H41G-1443
Stochastic and recursive calibration for operational, large-scale, agricultural land and water use management models

Thursday, 17 December 2015
Poster Hall (Moscone South)
Marco P Maneta1, John S Kimball2 and Kelsey G Jencso1, (1)University of Montana, Missoula, MT, United States, (2)University of Montana, Numerical Terradynamic Simulation Group, College of Forestry & Conservation, Missoula, MT, United States
Abstract:
Managing the impact of climatic cycles on agricultural production, on land allocation, and on the state of active and projected water sources is challenging. This is because in addition to the uncertainties associated with climate projections, it is difficult to anticipate how farmers will respond to climatic change or to economic and policy incentives. Some sophisticated decision support systems available to water managers consider farmers’ adaptive behavior but they are data intensive and difficult to apply operationally over large regions. Satellite-based observational technologies, in conjunction with models and assimilation methods, create an opportunity for new, cost-effective analysis tools to support policy and decision-making over large spatial extents at seasonal scales.

We present an integrated modeling framework that can be driven by satellite remote sensing to enable robust regional assessment and prediction of climatic and policy impacts on agricultural production, water resources, and management decisions. The core of this framework is a widely used model of agricultural production and resource allocation adapted to be used in conjunction with remote sensing inputs to quantify the amount of land and water farmers allocate for each crop they choose to grow on a seasonal basis in response to reduced or enhanced access to water due to climatic or policy restrictions. A recursive Bayesian update method is used to adjust the model parameters by assimilating information on crop acreage, production, and crop evapotranspiration as a proxy for water use that can be estimated from high spatial resolution satellite remote sensing. The data assimilation framework blends new and old information to avoid over-calibration to the specific conditions of a single year and permits the updating of parameters to track gradual changes in the agricultural system.

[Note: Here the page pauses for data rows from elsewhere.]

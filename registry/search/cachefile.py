"""Cache files beside a registry: named numpy arrays in one memory-mapped file, and a note of
the registry file's state at which a cache was last found current.

The search keeps two such caches (the screening index, :mod:`.index`, and the measurement
listing, :mod:`.listing`) so that a fresh ``fluxledger find`` process maps them instead of
rebuilding them. Both are written atomically (temporary file + rename: a reader never sees half
a file) and both skip their signature query when the SQLite file and its WAL look exactly as
they did when the cache was last checked.
"""

from __future__ import annotations

import json
import mmap
import os
import tempfile
from pathlib import Path
from typing import Any

import numpy as np

_ALIGN = 64


def save_arrays(
    path: Path, magic: bytes, header: dict[str, Any], arrays: dict[str, np.ndarray]
) -> None:
    """Write ``magic``, a JSON header (with the arrays' layout added) and the arrays, each
    aligned to 64 bytes so that they can be viewed in place once mapped."""
    layout: dict[str, Any] = {}
    offset = 0
    for name, arr in arrays.items():
        layout[name] = {"offset": offset, "dtype": arr.dtype.str, "shape": list(arr.shape)}
        offset += (arr.nbytes + _ALIGN - 1) // _ALIGN * _ALIGN
    text = json.dumps({**header, "arrays": layout}).encode("utf-8")
    head_len = (len(magic) + 8 + len(text) + _ALIGN - 1) // _ALIGN * _ALIGN
    path.parent.mkdir(parents=True, exist_ok=True)
    fd, tmp = tempfile.mkstemp(prefix=path.name + ".", suffix=".tmp", dir=path.parent)
    try:
        with os.fdopen(fd, "wb") as out:
            out.write(magic + np.uint64(head_len).tobytes() + text)
            out.write(b"\0" * (head_len - len(magic) - 8 - len(text)))
            for arr in arrays.values():
                data = np.ascontiguousarray(arr).tobytes()
                out.write(data)
                out.write(b"\0" * ((-len(data)) % _ALIGN))
        os.chmod(tmp, _file_mode(path))
        os.replace(tmp, path)
    except BaseException:
        Path(tmp).unlink(missing_ok=True)
        raise


def _file_mode(path: Path) -> int:
    """Readable by whoever can read the registry beside it (mkstemp would make it 0600)."""
    registry_file = Path(str(path)[: -len(path.suffix)]) if path.suffix else path
    try:
        return registry_file.stat().st_mode & 0o666
    except OSError:
        return 0o644


def read_arrays(
    path: Path, magic: bytes, version: int
) -> tuple[dict[str, Any], dict[str, np.ndarray], mmap.mmap] | None:
    """Map a cache file: (header, arrays viewing the map, the map); None when the file is
    missing, damaged, or of another kind or format version."""
    try:
        with open(path, "rb") as handle:
            mapped = mmap.mmap(handle.fileno(), 0, access=mmap.ACCESS_READ)
    except (OSError, ValueError):
        return None
    try:
        if mapped[: len(magic)] != magic:
            return None
        start = len(magic)
        head_len = int(np.frombuffer(mapped[start : start + 8], dtype=np.uint64)[0])
        header = json.loads(bytes(mapped[start + 8 : head_len]).rstrip(b"\0"))
        if header.get("format") != version:
            return None
        arrays = {}
        for name, spec in header["arrays"].items():
            dtype = np.dtype(spec["dtype"])
            count = int(np.prod(spec["shape"])) if spec["shape"] else 0
            arrays[name] = np.frombuffer(
                mapped, dtype=dtype, count=count, offset=head_len + spec["offset"]
            ).reshape(spec["shape"])
    except (ValueError, KeyError, TypeError, json.JSONDecodeError, IndexError):
        return None
    return header, arrays, mapped


# ---------------------------------------------------------------- registry file state


def file_state(database: Any) -> tuple[int, ...] | None:
    """Size and mtime of a SQLite registry and its WAL: any commit changes one of them.

    Lets a search skip a cache's signature query while nothing was written; None for server
    databases (always checked).
    """
    if not database.is_sqlite or database.path is None or str(database.path) == ":memory:":
        return None
    state: list[int] = []
    for suffix in ("", "-wal"):
        try:
            st = os.stat(f"{database.path}{suffix}")
        except OSError:
            st = None
        if st is None or (suffix and st.st_size == 0):
            # an empty WAL holds nothing: every opening connection creates one afresh (new
            # inode and time) and the last one to close deletes it, so counting it would make
            # each new process re-check the signature; emptying a WAL that held commits means
            # a checkpoint wrote them into the main file, whose size or time then changed
            state += [-1, -1, -1]
        else:
            state += [st.st_size, st.st_mtime_ns, st.st_ino]
    return tuple(state)


def state_with_cache(database: Any, path: Path) -> tuple[int, ...] | None:
    """:func:`file_state` plus the cache file's own size, time and inode."""
    state = file_state(database)
    if state is None:
        return None
    try:
        st = path.stat()
        return (*state, st.st_size, st.st_mtime_ns, st.st_ino)
    except OSError:
        return (*state, -1, -1, -1)


def _state_path(path: Path) -> Path:
    return Path(f"{path}.state")


def state_matches(path: Path, state: tuple[int, ...], signature: dict[str, Any]) -> bool:
    """Was the cache last found current while the registry file looked exactly like now?"""
    try:
        seen = json.loads(_state_path(path).read_text(encoding="utf-8"))
    except (OSError, ValueError):
        return False
    return seen.get("file_state") == list(state) and seen.get("signature") == signature


def remember_state(path: Path, state: tuple[int, ...] | None, signature: dict[str, Any]) -> None:
    """Note the registry file state at which the signature was last checked (best effort)."""
    if state is None:
        return
    target = _state_path(path)
    try:
        tmp = target.with_name(target.name + f".{os.getpid()}.tmp")
        tmp.write_text(json.dumps({"file_state": list(state), "signature": signature}))
        os.replace(tmp, target)
    except OSError:
        pass


def drop(path: Path) -> bool:
    """Delete a cache file and its state note; True if there was a cache file."""
    existed = path.exists()
    path.unlink(missing_ok=True)
    _state_path(path).unlink(missing_ok=True)
    return existed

This integrated framework provides an operational means of monitoring and forecasting what crops will be grown and how farmers will allocate land and water under expected adverse conditions, and the resulting consequences for other water users. The Bayesian update framework constitutes an efficient method for the identification of the production function parameters and provides valuable information on the associated uncertainty of the forecasts.